For every line of the records below that holds "asked", add one. Give only the final total.

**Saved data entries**
++++
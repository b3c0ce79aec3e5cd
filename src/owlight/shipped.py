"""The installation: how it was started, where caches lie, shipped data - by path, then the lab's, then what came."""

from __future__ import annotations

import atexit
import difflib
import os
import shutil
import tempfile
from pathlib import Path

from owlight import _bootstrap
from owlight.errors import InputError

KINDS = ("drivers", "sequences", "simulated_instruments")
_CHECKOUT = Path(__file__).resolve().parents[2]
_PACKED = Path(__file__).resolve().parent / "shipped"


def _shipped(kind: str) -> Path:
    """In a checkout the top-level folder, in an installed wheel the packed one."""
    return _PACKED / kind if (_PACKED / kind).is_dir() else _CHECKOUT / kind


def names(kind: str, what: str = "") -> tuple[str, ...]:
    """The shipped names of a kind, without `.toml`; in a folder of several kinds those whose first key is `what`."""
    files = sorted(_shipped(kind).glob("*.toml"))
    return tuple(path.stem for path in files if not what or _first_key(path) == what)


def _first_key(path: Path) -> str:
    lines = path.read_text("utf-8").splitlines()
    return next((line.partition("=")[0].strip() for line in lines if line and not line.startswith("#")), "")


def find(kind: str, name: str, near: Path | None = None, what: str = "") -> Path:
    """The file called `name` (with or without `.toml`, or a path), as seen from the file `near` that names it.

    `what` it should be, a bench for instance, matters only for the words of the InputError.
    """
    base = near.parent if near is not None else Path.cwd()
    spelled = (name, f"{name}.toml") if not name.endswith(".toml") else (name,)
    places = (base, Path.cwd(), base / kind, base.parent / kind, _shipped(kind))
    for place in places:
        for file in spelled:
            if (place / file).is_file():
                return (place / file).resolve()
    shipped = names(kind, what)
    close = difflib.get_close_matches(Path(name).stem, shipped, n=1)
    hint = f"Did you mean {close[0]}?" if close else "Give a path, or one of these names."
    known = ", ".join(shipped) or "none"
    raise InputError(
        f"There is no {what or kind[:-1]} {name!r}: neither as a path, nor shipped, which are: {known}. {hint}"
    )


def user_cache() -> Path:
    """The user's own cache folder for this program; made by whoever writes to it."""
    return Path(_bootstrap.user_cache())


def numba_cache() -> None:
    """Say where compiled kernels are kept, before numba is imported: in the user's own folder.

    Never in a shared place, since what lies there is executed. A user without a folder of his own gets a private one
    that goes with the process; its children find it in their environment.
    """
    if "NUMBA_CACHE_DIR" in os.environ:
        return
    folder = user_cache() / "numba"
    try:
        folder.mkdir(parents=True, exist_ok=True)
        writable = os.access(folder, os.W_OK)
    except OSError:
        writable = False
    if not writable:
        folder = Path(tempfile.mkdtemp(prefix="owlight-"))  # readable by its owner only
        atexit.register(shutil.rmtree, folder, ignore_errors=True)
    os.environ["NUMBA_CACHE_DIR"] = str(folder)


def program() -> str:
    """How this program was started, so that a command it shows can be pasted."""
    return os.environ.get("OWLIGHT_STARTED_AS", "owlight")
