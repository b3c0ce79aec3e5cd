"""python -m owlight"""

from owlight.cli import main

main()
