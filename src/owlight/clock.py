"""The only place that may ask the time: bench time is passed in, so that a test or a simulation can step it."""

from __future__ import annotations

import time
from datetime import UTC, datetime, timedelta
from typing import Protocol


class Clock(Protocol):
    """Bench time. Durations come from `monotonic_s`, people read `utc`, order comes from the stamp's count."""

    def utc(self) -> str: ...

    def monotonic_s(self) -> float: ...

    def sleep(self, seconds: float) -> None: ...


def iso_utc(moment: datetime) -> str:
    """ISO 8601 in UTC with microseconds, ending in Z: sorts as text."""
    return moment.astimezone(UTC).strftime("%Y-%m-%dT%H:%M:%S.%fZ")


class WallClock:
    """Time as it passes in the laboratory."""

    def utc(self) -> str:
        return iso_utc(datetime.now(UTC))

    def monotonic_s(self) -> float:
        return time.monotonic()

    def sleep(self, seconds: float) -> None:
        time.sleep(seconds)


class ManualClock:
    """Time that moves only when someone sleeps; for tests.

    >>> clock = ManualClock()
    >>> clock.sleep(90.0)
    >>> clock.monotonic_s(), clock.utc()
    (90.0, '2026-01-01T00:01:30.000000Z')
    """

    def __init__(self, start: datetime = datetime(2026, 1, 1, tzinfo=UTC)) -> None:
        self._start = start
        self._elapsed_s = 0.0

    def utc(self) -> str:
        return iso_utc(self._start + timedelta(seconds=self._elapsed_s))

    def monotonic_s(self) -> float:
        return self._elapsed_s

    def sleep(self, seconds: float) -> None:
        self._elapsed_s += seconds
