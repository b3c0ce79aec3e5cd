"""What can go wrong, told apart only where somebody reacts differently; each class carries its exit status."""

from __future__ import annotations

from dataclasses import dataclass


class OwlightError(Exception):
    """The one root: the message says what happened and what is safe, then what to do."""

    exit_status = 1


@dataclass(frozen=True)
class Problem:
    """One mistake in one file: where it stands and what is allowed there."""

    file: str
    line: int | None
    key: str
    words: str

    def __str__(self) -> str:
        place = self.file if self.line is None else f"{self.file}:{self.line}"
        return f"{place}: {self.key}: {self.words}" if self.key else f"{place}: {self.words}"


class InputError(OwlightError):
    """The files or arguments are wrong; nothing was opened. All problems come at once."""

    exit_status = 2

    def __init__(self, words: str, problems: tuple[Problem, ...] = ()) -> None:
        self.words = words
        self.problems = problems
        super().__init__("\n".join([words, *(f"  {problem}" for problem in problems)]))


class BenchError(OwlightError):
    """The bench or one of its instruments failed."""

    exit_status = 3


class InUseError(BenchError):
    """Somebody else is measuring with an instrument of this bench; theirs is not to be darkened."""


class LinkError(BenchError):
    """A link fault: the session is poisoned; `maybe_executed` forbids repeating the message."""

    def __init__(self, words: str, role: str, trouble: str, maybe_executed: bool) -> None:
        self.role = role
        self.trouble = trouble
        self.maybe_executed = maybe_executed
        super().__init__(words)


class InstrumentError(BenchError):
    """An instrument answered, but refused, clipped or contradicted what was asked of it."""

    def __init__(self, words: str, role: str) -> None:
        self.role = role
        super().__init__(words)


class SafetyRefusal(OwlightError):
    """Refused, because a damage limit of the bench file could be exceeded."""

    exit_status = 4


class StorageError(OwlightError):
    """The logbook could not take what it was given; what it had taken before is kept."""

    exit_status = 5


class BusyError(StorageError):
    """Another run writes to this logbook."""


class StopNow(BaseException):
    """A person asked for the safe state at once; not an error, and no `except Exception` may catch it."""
++++
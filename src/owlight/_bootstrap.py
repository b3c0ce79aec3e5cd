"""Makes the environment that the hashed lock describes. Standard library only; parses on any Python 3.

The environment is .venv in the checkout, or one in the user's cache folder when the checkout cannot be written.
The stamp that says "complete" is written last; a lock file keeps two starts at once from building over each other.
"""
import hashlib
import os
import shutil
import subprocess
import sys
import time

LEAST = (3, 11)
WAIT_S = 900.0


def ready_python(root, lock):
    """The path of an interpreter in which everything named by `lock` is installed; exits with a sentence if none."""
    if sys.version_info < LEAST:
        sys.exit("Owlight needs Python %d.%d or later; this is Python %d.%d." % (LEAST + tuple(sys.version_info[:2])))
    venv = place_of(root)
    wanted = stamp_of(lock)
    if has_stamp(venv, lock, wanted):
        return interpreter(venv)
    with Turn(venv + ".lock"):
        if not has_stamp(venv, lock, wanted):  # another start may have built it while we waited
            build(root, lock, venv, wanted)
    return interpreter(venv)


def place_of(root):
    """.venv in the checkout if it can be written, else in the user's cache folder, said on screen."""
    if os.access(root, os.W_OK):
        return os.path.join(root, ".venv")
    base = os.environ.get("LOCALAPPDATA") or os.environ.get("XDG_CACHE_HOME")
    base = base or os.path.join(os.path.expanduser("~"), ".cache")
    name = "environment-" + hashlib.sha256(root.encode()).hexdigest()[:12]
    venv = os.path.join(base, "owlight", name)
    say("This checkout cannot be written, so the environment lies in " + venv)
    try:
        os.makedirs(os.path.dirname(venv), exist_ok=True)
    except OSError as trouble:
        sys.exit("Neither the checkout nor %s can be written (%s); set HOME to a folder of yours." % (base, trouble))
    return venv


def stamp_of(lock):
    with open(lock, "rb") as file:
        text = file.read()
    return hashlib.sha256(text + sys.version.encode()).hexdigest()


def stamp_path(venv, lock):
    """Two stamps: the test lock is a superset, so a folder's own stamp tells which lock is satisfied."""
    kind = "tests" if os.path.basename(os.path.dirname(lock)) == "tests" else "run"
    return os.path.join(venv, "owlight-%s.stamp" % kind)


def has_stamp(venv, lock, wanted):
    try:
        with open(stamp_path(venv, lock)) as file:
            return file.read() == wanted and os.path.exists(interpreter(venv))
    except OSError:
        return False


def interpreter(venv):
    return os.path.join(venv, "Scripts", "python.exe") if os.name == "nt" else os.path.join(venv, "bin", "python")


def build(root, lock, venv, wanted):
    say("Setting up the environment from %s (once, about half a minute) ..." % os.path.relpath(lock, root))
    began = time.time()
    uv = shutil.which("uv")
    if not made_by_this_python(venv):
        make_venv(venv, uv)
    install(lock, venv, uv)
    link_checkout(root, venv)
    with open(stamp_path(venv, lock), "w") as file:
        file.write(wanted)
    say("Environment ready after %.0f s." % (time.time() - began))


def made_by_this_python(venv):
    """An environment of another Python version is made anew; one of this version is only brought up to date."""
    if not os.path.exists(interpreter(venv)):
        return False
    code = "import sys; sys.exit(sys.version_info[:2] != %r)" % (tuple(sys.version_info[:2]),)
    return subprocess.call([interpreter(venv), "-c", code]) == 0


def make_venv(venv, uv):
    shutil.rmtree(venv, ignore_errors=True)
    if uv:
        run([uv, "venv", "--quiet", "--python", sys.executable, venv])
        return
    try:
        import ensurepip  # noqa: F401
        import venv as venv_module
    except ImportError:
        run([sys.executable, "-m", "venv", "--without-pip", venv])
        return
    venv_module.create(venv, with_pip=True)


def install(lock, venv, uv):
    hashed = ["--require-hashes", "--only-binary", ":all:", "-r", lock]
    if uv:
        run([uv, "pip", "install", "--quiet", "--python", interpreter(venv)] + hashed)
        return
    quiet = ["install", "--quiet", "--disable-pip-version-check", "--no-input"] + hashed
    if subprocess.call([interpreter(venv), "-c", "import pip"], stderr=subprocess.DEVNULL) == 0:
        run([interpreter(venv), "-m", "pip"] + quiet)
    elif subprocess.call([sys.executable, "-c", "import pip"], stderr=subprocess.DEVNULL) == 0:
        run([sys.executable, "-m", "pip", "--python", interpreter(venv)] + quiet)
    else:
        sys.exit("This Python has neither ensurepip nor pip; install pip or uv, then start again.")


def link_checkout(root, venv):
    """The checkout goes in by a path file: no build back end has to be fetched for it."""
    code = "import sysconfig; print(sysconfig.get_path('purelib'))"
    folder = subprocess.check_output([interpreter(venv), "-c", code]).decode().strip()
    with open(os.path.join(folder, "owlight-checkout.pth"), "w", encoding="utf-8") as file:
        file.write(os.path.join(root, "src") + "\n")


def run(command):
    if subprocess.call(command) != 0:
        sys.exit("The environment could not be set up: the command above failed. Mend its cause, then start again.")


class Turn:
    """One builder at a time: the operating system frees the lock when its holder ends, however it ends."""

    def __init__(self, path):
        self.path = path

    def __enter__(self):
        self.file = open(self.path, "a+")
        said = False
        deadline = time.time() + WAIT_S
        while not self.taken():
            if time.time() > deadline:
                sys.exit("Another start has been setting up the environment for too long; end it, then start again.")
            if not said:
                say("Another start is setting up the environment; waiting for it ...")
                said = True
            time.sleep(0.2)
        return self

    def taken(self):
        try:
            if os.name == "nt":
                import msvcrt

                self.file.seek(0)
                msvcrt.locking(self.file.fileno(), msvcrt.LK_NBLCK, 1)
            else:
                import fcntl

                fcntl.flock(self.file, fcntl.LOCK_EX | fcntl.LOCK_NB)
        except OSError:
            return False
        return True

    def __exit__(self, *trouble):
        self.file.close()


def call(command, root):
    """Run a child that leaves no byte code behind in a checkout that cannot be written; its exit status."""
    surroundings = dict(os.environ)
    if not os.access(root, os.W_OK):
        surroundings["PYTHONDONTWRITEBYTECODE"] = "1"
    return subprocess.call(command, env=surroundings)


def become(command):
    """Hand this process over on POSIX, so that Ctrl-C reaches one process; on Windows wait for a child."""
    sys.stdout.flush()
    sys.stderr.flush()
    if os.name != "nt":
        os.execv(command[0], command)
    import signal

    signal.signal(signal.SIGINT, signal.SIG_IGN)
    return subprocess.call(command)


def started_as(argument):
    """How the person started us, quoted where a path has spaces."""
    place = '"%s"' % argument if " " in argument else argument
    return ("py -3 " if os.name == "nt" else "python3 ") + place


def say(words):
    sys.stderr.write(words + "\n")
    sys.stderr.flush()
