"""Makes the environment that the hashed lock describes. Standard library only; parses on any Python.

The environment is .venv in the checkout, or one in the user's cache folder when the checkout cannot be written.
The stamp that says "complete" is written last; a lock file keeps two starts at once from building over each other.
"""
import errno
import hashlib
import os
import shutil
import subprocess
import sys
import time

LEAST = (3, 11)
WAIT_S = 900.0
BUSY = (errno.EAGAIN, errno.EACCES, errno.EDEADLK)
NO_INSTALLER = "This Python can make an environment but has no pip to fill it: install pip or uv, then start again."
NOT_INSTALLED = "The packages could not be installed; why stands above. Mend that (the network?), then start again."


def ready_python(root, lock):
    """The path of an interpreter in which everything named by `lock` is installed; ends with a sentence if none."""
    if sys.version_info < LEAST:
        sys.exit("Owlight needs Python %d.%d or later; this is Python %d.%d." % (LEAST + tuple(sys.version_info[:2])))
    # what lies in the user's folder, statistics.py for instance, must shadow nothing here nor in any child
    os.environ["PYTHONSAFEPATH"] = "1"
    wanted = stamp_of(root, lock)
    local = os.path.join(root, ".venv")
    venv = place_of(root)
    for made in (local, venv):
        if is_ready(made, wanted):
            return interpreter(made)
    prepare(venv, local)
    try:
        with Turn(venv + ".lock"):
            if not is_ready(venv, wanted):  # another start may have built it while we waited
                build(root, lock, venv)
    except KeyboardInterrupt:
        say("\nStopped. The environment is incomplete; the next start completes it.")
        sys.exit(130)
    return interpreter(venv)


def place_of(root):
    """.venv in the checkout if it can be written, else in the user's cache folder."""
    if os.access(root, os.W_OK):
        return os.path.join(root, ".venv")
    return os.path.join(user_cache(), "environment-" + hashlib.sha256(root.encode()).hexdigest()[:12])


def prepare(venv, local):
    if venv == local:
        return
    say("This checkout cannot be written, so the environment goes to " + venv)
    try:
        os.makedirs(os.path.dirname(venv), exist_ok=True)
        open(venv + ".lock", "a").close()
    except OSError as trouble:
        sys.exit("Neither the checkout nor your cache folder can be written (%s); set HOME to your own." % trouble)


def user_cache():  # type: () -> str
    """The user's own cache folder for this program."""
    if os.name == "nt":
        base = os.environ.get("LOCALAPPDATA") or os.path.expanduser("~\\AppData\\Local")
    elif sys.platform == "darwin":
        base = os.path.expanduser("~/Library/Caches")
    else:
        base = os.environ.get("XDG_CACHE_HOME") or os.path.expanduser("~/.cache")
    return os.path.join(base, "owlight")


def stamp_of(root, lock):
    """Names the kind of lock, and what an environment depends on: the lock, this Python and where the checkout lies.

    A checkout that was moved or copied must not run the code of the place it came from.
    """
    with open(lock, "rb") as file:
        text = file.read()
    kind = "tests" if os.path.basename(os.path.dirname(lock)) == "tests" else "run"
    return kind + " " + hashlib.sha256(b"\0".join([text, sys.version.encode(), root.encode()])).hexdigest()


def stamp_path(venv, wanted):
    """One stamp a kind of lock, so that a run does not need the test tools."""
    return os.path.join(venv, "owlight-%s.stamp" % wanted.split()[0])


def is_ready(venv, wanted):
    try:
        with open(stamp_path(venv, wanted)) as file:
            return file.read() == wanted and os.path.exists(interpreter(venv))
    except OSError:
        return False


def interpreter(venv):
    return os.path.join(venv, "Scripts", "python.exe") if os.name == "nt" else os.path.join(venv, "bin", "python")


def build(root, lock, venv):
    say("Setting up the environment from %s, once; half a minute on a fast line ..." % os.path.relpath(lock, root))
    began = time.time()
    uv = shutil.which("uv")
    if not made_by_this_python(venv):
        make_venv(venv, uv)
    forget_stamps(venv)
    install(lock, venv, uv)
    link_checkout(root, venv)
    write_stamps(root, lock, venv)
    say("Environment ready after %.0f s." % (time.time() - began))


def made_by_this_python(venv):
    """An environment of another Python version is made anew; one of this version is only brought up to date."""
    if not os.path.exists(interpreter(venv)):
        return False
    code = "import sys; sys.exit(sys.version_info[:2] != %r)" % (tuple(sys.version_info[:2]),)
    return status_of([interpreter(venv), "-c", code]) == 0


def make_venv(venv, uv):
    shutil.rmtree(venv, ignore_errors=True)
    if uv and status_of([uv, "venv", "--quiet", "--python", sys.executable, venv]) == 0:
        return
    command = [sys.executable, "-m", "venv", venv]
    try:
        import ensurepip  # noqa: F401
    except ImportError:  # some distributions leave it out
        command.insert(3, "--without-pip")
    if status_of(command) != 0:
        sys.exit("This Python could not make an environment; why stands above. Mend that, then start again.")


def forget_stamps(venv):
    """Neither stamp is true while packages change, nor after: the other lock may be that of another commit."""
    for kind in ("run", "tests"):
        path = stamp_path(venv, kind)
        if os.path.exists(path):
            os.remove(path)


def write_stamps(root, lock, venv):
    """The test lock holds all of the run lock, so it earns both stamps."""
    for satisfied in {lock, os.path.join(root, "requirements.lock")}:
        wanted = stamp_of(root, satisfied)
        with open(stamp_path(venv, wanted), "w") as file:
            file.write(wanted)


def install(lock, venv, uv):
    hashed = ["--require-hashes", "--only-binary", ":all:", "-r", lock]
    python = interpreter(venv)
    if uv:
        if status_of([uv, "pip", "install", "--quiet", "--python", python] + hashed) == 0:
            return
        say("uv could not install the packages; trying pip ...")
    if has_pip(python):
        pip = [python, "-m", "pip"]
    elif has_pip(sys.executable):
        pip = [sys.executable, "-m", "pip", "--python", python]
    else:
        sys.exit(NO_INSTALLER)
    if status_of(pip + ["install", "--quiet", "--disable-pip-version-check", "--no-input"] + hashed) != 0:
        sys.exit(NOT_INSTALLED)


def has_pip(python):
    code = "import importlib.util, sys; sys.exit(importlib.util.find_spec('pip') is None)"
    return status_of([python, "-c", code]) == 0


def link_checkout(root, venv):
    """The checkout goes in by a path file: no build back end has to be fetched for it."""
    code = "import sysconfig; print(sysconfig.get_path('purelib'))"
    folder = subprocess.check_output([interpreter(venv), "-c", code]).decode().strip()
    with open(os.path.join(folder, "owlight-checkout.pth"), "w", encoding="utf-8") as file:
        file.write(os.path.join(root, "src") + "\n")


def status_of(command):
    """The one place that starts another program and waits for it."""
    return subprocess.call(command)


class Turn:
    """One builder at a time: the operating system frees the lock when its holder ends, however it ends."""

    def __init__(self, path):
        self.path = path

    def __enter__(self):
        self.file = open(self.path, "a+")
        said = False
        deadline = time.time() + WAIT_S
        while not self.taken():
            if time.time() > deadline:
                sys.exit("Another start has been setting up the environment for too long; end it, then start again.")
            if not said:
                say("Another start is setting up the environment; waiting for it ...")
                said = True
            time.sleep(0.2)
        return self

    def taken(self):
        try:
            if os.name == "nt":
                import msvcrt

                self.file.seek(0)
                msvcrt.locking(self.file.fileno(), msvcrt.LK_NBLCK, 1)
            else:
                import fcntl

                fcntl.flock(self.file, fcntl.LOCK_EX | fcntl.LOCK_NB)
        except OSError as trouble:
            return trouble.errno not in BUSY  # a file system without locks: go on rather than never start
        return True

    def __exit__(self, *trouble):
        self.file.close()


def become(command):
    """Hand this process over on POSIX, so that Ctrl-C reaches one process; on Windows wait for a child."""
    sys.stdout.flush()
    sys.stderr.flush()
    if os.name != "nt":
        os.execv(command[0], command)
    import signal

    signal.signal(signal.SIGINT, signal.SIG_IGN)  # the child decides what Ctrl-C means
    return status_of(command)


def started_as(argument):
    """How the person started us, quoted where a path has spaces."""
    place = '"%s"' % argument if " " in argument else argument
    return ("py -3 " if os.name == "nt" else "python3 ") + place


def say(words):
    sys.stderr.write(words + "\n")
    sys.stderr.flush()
++++
**WRITTEN RESPONSE**
2